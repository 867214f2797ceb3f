//! The goals keep their promise and larger libraries never lose.
//!
//! Checked on every mapping: the delay goal's delay is at most the other
//! goals' delays, the area goal's area at most the others' areas, the
//! balanced goal's area × delay at most 0.5 % over the others' (its
//! documented tolerance); on a library that
//! contains all cells of another built-in library with the same numbers
//! (ribbon3 ⊃ ribbon3-nomaj ⊃ ribbon2, cmos-le ⊃ nand-nor-inv), the goal's
//! figure is at most the smaller library's. Delay is measured by the static
//! timing of the extracted netlist, area by summing cell areas. No two cells
//! of a netlist compute the same function of the same nets (checked by
//! exhaustive evaluation of each cell's truth table over its distinct input
//! nets), except the copies a fanout tree makes on purpose to split a load,
//! which the mapper reports: a netlist has at most as many duplicates as
//! reported copies, and under `area` none.
//!
//! Sources outside the project: the ISCAS-85 and EPFL netlists in
//! tests/data/reference (PROVENANCE.md there); integer-arithmetic adders and
//! parity circuits built in tests/map_support; the cell count of an n-input
//! parity from three-input XOR cells, ceil((n - 1) / 2), follows from each
//! cell removing at most two signals (counting argument, common practice).

mod map_support;

use map_support::{parity_chain, ripple_carry_adder};
use ribbonmap::io::{read_netlist, ReadOptions};
use ribbonmap::library::Library;
use ribbonmap::mapper::{map, map_detailed, Goal, MapOptions};
use ribbonmap::netlist::{analyze_timing, verify, MappedNetlist, Verified, VerifyMode};
use ribbonmap::network::Network;
use std::collections::HashSet;
use std::path::{Path, PathBuf};

const GOALS: [Goal; 3] = [Goal::Area, Goal::Delay, Goal::Balanced];
/// (larger, smaller) built-in pairs whose smaller cells are all larger cells.
const SUBSETS: [(&str, &str); 3] = [
    ("ribbon3", "ribbon3-nomaj"),
    ("ribbon3-nomaj", "ribbon2"),
    ("cmos-le", "nand-nor-inv"),
];

fn options(goal: Goal) -> MapOptions {
    MapOptions {
        goal,
        ..MapOptions::default()
    }
}

fn builtin(name: &str) -> Library {
    Library::builtin(name).expect("built-in library")
}

/// Area, delay and the figure each goal minimises.
#[derive(Clone, Copy, Debug)]
struct Figures {
    area: f64,
    delay: f64,
}

impl Figures {
    fn of(nl: &MappedNetlist, lib: &Library) -> Figures {
        Figures {
            area: nl.area(lib),
            delay: analyze_timing(nl, lib).delay,
        }
    }

    fn figure(&self, goal: Goal) -> f64 {
        match goal {
            Goal::Area => self.area,
            Goal::Delay => self.delay,
            Goal::Balanced => self.area * self.delay,
        }
    }
}

/// Relative tolerance for floating-point sums taken in different orders.
fn worse(a: f64, b: f64) -> bool {
    a > b * (1.0 + 1e-9) + 1e-12
}

/// `balanced` keeps the least area among the runs within 0.5 % of the
/// least area × delay (docs/mapping-goals.md), so its figure may exceed
/// another result's by that much.
const BALANCED_TOLERANCE: f64 = 0.005;

/// Whether the figure `mine` of `goal` breaks the goal's promise against
/// `theirs`.
fn breaks(goal: Goal, mine: f64, theirs: f64) -> bool {
    match goal {
        Goal::Balanced => worse(mine, theirs * (1.0 + BALANCED_TOLERANCE)),
        _ => worse(mine, theirs),
    }
}

/// Instances whose function over their distinct input nets repeats an
/// earlier instance's.
fn duplicate_cells(nl: &MappedNetlist, lib: &Library) -> usize {
    let mut seen = HashSet::new();
    let mut duplicates = 0;
    for inst in &nl.instances {
        let mut nets: Vec<u32> = inst.inputs.clone();
        nets.sort_unstable();
        nets.dedup();
        let cell = &lib.cells[inst.cell as usize];
        let mut rows = Vec::with_capacity(1 << nets.len());
        for row in 0..(1u32 << nets.len()) {
            let mut pin_row = 0u32;
            for (pin, n) in inst.inputs.iter().enumerate() {
                let position = nets.iter().position(|m| m == n).expect("listed");
                pin_row |= ((row >> position) & 1) << pin;
            }
            rows.push((cell.truth >> pin_row) & 1 == 1);
        }
        if !seen.insert((nets, rows)) {
            duplicates += 1;
        }
    }
    duplicates
}

/// Figures of `net` on every built-in library under every goal, with the
/// violations of the goal, subset and no-duplicate properties.
fn survey(label: &str, net: &Network) -> (Vec<[Figures; 3]>, Vec<String>) {
    let names = Library::builtin_names();
    let mut violations = Vec::new();
    let mut figures = Vec::new();
    for name in names {
        let lib = builtin(name);
        let mut per_goal = [Figures {
            area: 0.0,
            delay: 0.0,
        }; 3];
        for (g, goal) in GOALS.iter().enumerate() {
            let out = map_detailed(net, &lib, &options(*goal)).expect("maps");
            let nl = out.netlist;
            let d = duplicate_cells(&nl, &lib);
            let allowed = if *goal == Goal::Area { 0 } else { out.buffers };
            if d > allowed {
                violations.push(format!(
                    "{label} on {name} ({}): {d} duplicate cells, {} reported copies",
                    goal.name(),
                    out.buffers
                ));
            }
            per_goal[g] = Figures::of(&nl, &lib);
        }
        for (g, goal) in GOALS.iter().enumerate() {
            for (o, other) in GOALS.iter().enumerate() {
                let (mine, theirs) = (per_goal[g].figure(*goal), per_goal[o].figure(*goal));
                if breaks(*goal, mine, theirs) {
                    violations.push(format!(
                        "{label} on {name}: goal {} gives {mine}, goal {} {theirs}",
                        goal.name(),
                        other.name()
                    ));
                }
            }
        }
        figures.push(per_goal);
    }
    for (big, small) in SUBSETS {
        let b = names.iter().position(|n| *n == big).expect("built-in");
        let s = names.iter().position(|n| *n == small).expect("built-in");
        for (g, goal) in GOALS.iter().enumerate() {
            let (fb, fs) = (figures[b][g].figure(*goal), figures[s][g].figure(*goal));
            if breaks(*goal, fb, fs) {
                violations.push(format!(
                    "{label} under {}: {big} gives {fb}, its subset {small} {fs}",
                    goal.name()
                ));
            }
        }
    }
    (figures, violations)
}

fn combinational_netlists() -> Vec<PathBuf> {
    let root = Path::new(env!("CARGO_MANIFEST_DIR"));
    let mut files = Vec::new();
    for dir in [
        "benchmarks",
        "tests/data/reference/netlists/iscas85",
        "tests/data/reference/netlists/epfl",
    ] {
        let mut here: Vec<PathBuf> = std::fs::read_dir(root.join(dir))
            .expect("folder exists")
            .map(|e| e.expect("entry").path())
            .filter(|p| matches!(p.extension().and_then(|e| e.to_str()), Some("v" | "blif")))
            .collect();
        here.sort();
        files.extend(here);
    }
    files
}

#[test]
fn goals_and_subsets_hold_on_small_circuits() {
    let mut violations = Vec::new();
    for (label, net) in [
        ("rca4", ripple_carry_adder(4)),
        ("parity9", parity_chain(9)),
    ] {
        violations.extend(survey(label, &net).1);
    }
    let c17 =
        Path::new(env!("CARGO_MANIFEST_DIR")).join("tests/data/reference/netlists/iscas85/c17.v");
    let net = read_netlist(&c17, &ReadOptions::default()).expect("reads");
    violations.extend(survey("c17", &net).1);
    assert!(violations.is_empty(), "{}", violations.join("\n"));
}

#[test]
#[cfg_attr(
    debug_assertions,
    ignore = "maps every benchmark and reference circuit 15 times; runs under cargo test --release"
)]
fn goals_and_subsets_hold_on_every_benchmark_and_reference_circuit() {
    let files = combinational_netlists();
    assert!(files.len() >= 100, "netlists missing: {}", files.len());
    let mut violations = Vec::new();
    let mut runs = 0;
    for file in &files {
        let net = read_netlist(file, &ReadOptions::default()).expect("reads");
        if !net.storage().is_empty() {
            continue;
        }
        let (figures, v) = survey(&file.display().to_string(), &net);
        runs += figures.len() * GOALS.len();
        violations.extend(v);
    }
    eprintln!("{runs} circuit x library x goal runs");
    assert!(violations.is_empty(), "{}", violations.join("\n"));
}

#[test]
#[cfg_attr(
    debug_assertions,
    ignore = "maps EPFL bar three times; runs under cargo test --release"
)]
fn bar_on_ribbon3_delay_goal_is_faster_and_balanced_stays_small() {
    // ribbon3's earlier hand-typed numbers (test data since the built-in
    // became the demo kit's characterisation).
    let path = Path::new(env!("CARGO_MANIFEST_DIR"))
        .join("tests/data/libraries/ribbon3-illustrative.json");
    check_bar_goals(&Library::load(&path).expect("loads"));
}

#[test]
#[cfg_attr(
    debug_assertions,
    ignore = "maps EPFL bar three times; runs under cargo test --release"
)]
fn bar_on_derived_ribbon3_delay_goal_is_faster_and_balanced_stays_small() {
    // The built-in ribbon3, characterised from the demo kit (measured:
    // area goal 179,612 nm2 at 288.6 ps, delay goal 182.2 ps, balanced
    // 192,664 nm2 = 1.07 x, won by the ribbon2 sub-library's area cover with
    // buffers).
    check_bar_goals(&builtin("ribbon3"));
}

/// EPFL bar.v (tests/data/reference, PROVENANCE.md) on `lib`: the delay
/// goal at least 10 % faster than the area goal, balanced within 1.25 x
/// the area goal's area (the bounds issue 13 asks for).
fn check_bar_goals(lib: &Library) {
    let path =
        Path::new(env!("CARGO_MANIFEST_DIR")).join("tests/data/reference/netlists/epfl/bar.v");
    let net = read_netlist(&path, &ReadOptions::default()).expect("reads");
    let lib = lib.clone();
    let fig = |goal| Figures::of(&map(&net, &lib, &options(goal)).expect("maps"), &lib);
    let (area, delay, balanced) = (fig(Goal::Area), fig(Goal::Delay), fig(Goal::Balanced));
    assert!(
        delay.delay <= 0.9 * area.delay,
        "delay goal {} not 10 % under area goal {}",
        delay.delay,
        area.delay
    );
    assert!(
        balanced.area <= 1.25 * area.area,
        "balanced area {} over 1.25 x {}",
        balanced.area,
        area.area
    );
}

/// Cell count of `net` mapped on ribbon3 under `goal`, proven equivalent.
fn cells_on_ribbon3(net: &Network, goal: Goal) -> usize {
    let lib = builtin("ribbon3");
    let nl = map(net, &lib, &options(goal)).expect("maps");
    let verdict = verify(net, &nl.to_network(&lib), VerifyMode::Full).expect("checks");
    assert_eq!(verdict, Verified::Proven);
    assert_eq!(duplicate_cells(&nl, &lib), 0);
    nl.instances.len()
}

#[test]
fn small_ripple_adders_take_two_cells_per_bit() {
    // A half adder (xor2, and2) and one maj3 + xor3 per full adder: 2n cells
    // (the generator's count). Before duplicates were merged the default
    // goal gave 5 and 7 for two and three bits.
    for n in [1, 2, 3, 8] {
        let cells = cells_on_ribbon3(&ripple_carry_adder(n), Goal::Area);
        assert_eq!(cells, 2 * n, "{n}-bit adder under area");
    }
}

// The adder and parity shapes are checked in tests/map_shape.rs.

#[test]
fn the_outcome_names_the_winning_run_among_those_considered() {
    let lib = builtin("ribbon3");
    let out = map_detailed(&ripple_carry_adder(8), &lib, &options(Goal::Balanced)).expect("maps");
    assert!(out.runs.len() >= 5, "{} runs", out.runs.len());
    assert!(out.runs.iter().any(|r| r.name == out.run));
    // The sub-library runs are there: ribbon3 contains ribbon3-nomaj.
    assert!(out
        .runs
        .iter()
        .any(|r| r.name.starts_with("ribbon3-nomaj:")));
}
•••••
* _About this exercise_: Work out the number of lines in the records containing the word "libraries". Write only that number.

* _Result of this exercise_: 2